Which lines below include the string "alignment"? Please show each one.

Dataset entries.
##########

CPU seconds t and memory m (MB) of one job, with the constants below:

- simulate (one model, every snapshot): t = 7 + 1e-6 N³ n_z, m = 200 + 2e-4 N³
- slice (one snapshot, T MPI tasks): t = 2 + 5e-7 N³/T + 5e-8 · 3 n_s G² log2 G,
  m = T (200 + 3 n_s G² · 8 B + min(chunk_particles, N³/T) · 64 B) + 3 n_s G² · 24 B
  (every rank holds its own float64 accumulators and a chunk; rank 0 also the float32 fields)
- trace (R realisations): t = 5 + R n_p (1e-3 + 2e-8 P² M_t + 1.2e-8 G²),
  m = 270 + P² (150 M_t + 300) B + 48 G² B
- shells (full sky, R realisations, n_sh shells to χ_max): t = 5 + 2e-7 N³ n_z + R (I / 1.2e7 +
  2e-8 n_sh P²), with I = N³ (4π/3) χ_max³ / L³ the particle images binned per realisation,
  m = 300 + (90 N³ + 16 P²) B (one snapshot read, sorted and rotated; one float64 map)
- trace_sphere (R realisations): with τ = 1.5e-8 nside³ s one spherical-harmonic transform,
  Born t = 5 + R M_t (2 n_sh P² · 1e-8 + 10 τ); multi-plane adds R n_sh (5 τ + 3e-6 P²);
  m = 300 + P² (32 M_t + 100) B (Born) or 300 + P² (32 M_t + 350) B (multi-plane)
- observe, observe_variant: t = 3 + R (0.1 + 2e-8 P² log2 P · M_o (S + 1) + 2e-6 n_gal),
  m = 230 + P² M_o (S + 4) · 24 B + 200 n_gal B, with n_gal the catalog galaxies
- measure, measure_variant: t = 3 + R (0.05 + 4e-8 P² log2 P · M_o (S + 1)),
  m = 200 + P² M_o (S + 1) · 32 B
- stack, stack_variant: t = 2 + n_f (0.03 + 2e-6 n_e), m = 150 + (3 n_f n_e + 3 n_e²) · 8 B
- forecast: t = 5 + 1e-6 n_models n_f n_e + 2e-9 n_comb n_e³,
  m = 200 + (2 n_models n_f n_e + 4 n_e²) · 8 B
- plot_maps: t = 5 + 0.5 n_models + 1e-7 n_models M_o P², m = 300 + 16 n_models M_o P² B
- plot_statistics: t = 5 + n_stat + 1e-6 n_models n_f n_e, m = 300 + 8 n_models n_f n_e B
- provenance: t = 3, m = 150

The constants come from the jobs' own records (``logs/benchmarks``) of the test suite's tiny
configuration and of the default demo on 2 cores (slowest job of each rule, CPU time), each
start-up cost and slope rounded up. A job asks for

  mem_mb = attempt × ceil_100(1.2 m),   runtime = attempt × max(10, ceil(4 t / 60)) minutes,

so the memory has a 20 % margin, the time a factor of 4 for slower cores and busy file systems,
and each retry (``--retries``) asks for more. Only ``simulate`` runs threaded code (FFTs):
``threads = clamp(N / 128, 2, 8)``; every other stage is serial. A slicing job with MPI
tasks (``tasks``) divides the particle work and the particle chunk between them.
"""

from __future__ import annotations

import math
from dataclasses import dataclass
from functools import lru_cache
from typing import Any, Mapping

from . import config as rtconfig

RULES = (
    "simulate", "slice", "trace", "shells", "trace_sphere", "observe", "measure", "observe_variant", "measure_variant",
    "stack", "stack_variant", "forecast", "plot_maps", "plot_statistics", "provenance",
)
MEMORY_MARGIN = 1.2
TIME_FACTOR = 4.0
MIN_RUNTIME_MIN = 10
THREADED = {"simulate"}


@dataclass(frozen=True)
class Estimate:
    """What one job of a rule needs: CPU seconds, megabytes, threads (before margins)."""

    rule: str
    cpu_s: float
    memory_mb: float
    threads: int = 1

    @property
    def mem_mb(self) -> int:
        """Memory to ask for at the first attempt: the estimate plus 20 %, in 100 MB steps."""
        return int(math.ceil(MEMORY_MARGIN * self.memory_mb / 100.0)) * 100

    @property
    def runtime_min(self) -> int:
        """Wall time to ask for at the first attempt, in minutes."""
        return max(MIN_RUNTIME_MIN, int(math.ceil(TIME_FACTOR * self.cpu_s / 60.0)))

    def request(self, attempt: int = 1) -> dict[str, int]:
        """``mem_mb`` and ``runtime`` of attempt ``attempt`` (1 for the first run)."""
        attempt = max(1, int(attempt))
        return {"mem_mb": attempt * self.mem_mb, "runtime": attempt * self.runtime_min}


_MB = 2.0**20


@lru_cache(maxsize=64)
def _comoving_distance(omega_m: float, z: float) -> float:
    """χ(z) in Mpc/h of a flat ΛCDM background (enough to count lens planes)."""
    n = 2000
    total = 0.0
    for i in range(n):  # midpoint rule
        zi = (i + 0.5) * z / n
        total += 1.0 / math.sqrt(omega_m * (1 + zi) ** 3 + 1 - omega_m)
    return 2997.92458 * total * z / n


def _count(value: Mapping[str, Any], default: int, edges_key: str = "edges") -> int:
    if value.get(edges_key):
        return len(value[edges_key]) - 1
    return int(value.get("bins", default))


@dataclass(frozen=True)
class Sizes:
    """The configuration's sizes the estimates use (see the module notes for the symbols)."""

    particles: int  # N^3
    snapshots: int  # n_z
    files_per_snapshot: int
    chunk: int
    grid: int  # G
    slabs: int  # n_s
    planes: int  # n_p
    pixels: int  # P
    traced_maps: int  # M_t
    observed_maps: int  # M_o
    scales: int  # S
    per_job: int  # R
    catalog_galaxies: int  # n_gal per realisation
    counts: Mapping[str, int]  # realisations per model
    elements: int  # n_e
    models: int
    statistics: int
    combinations: int
    n_side: int  # N (the cube root of the particles of a files suite)
    sphere: bool = False
    nside: int = 0
    shells: int = 0  # n_sh
    images: float = 0.0  # I

    @classmethod
    def from_config(cls, cfg: Mapping[str, Any], files: Any = None) -> "Sizes":
        """Sizes of ``cfg``; ``files`` is the :class:`raytrace.filesuite.FileSuite` of a files suite."""
        suite, planes, maps = cfg["suite"], cfg["planes"], cfg["maps"]
        survey = cfg.get("survey") or {}
        if suite.get("kind", "demo") == "files":
            if files is None:
                from .filesuite import discover

                files = discover(dict(cfg))
            snaps = [s for group in files.models.values() for s in group]
            particles = max(sum(s.n_total.values()) for s in snaps)
            snapshot_z = sorted({float(s.redshift) for s in files.models[next(iter(files.models))]})
            n_snapshots = max(len(group) for group in files.models.values())
            files_per = max(len(s.files) for s in snaps)
            box = float(files.box_mpc_h)
        else:
            particles = int(suite["particles_per_side"]) ** 3 * (2 if suite.get("neutrino_particles") else 1)
            snapshot_z = rtconfig.snapshot_redshifts(cfg)
            n_snapshots = len(snapshot_z)
            files_per = int(suite.get("files_per_snapshot", 1))
            box = float(suite["box_mpc_h"])
        n = max(1, round(particles ** (1 / 3)))
        sources = survey.get("sources")
        n_bins = rtconfig.configured_bin_count(sources)
        n_src = len(maps["source_redshifts"])
        z_max = max([float(z) for z in maps["source_redshifts"]] + ([float(sources.get("z_max", max(snapshot_z)))]
                                                                       if sources else []))
        omega_m = float(suite["fiducial"]["Omega_m"])
        thickness = float(planes["thickness_mpc_h"])
        chi_max = _comoving_distance(omega_m, z_max)
        n_planes = max(1, math.ceil(chi_max / thickness))
        sphere = maps.get("geometry", "flat") == "sphere"
        nside = int(maps.get("nside") or 0)
        n_shells, images = 0, 0.0
        if sphere:
            shells = cfg.get("shells") or {}
            n_shells = max(1, math.ceil(chi_max / float(shells.get("thickness_mpc_h", thickness))))
            images = particles * 4.0 * math.pi / 3.0 * chi_max**3 / box**3
        # n(z) variants and alignment maps the trace stage may add to each bin
        systematics = survey.get("systematics") or {}
        photoz = systematics.get("photoz") or {}
        variants = 1 + 2 * bool(photoz.get("derivative_step")) + 2 * bool(photoz.get("stretch_derivative_step"))
        alignment = 2 if systematics.get("intrinsic_alignment") is not None else 1
        cmb = 1 if maps.get("cmb_lensing") else 0  # the full-sky CMB-lensing map
        traced = n_src + n_bins * variants * alignment + cmb
        observed = n_src + n_bins + cmb
        scales = len((survey.get("smoothing") or {}).get("scales_arcmin") or [])
        catalog = survey.get("catalog") or {}
        galaxies = 0
        if catalog.get("enabled"):
            density = catalog.get("galaxies_per_arcmin2", (survey.get("noise") or {}).get("galaxies_per_arcmin2", 30))
            galaxies = int(float(density) * (60.0 * float(maps["field_deg"])) ** 2)
        forecast = cfg.get("forecast") or {}
        return cls(
            particles=particles, snapshots=n_snapshots, files_per_snapshot=files_per,
            chunk=int(planes.get("chunk_particles", 2**21)), grid=int(planes["grid"]),
            slabs=max(1, round(box / thickness)), planes=n_planes,
            pixels=int(math.isqrt(12 * nside**2)) if sphere else int(maps["pixels"]),
            traced_maps=traced, observed_maps=observed, scales=scales, per_job=rtconfig.realizations_per_job(cfg),
            catalog_galaxies=galaxies, counts=rtconfig.realization_counts(cfg),
            elements=data_vector_length(cfg.get("statistics") or {}, observed, scales),
            models=len(rtconfig.model_names(cfg)), statistics=len(cfg.get("statistics") or {}),
            combinations=len(forecast.get("combinations") or []), n_side=n,
            sphere=sphere, nside=nside, shells=n_shells, images=images,
        )

    @property
    def map_pixels(self) -> float:
        """P²: pixels of one map."""
        return 12.0 * self.nside**2 if self.sphere else float(self.pixels) ** 2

##########

RESULT FOR THIS TASK.
        # n(z) variants and alignment maps the trace stage may add to each bin
        alignment = 2 if systematics.get("intrinsic_alignment") is not None else 1
        traced = n_src + n_bins * variants * alignment + cmb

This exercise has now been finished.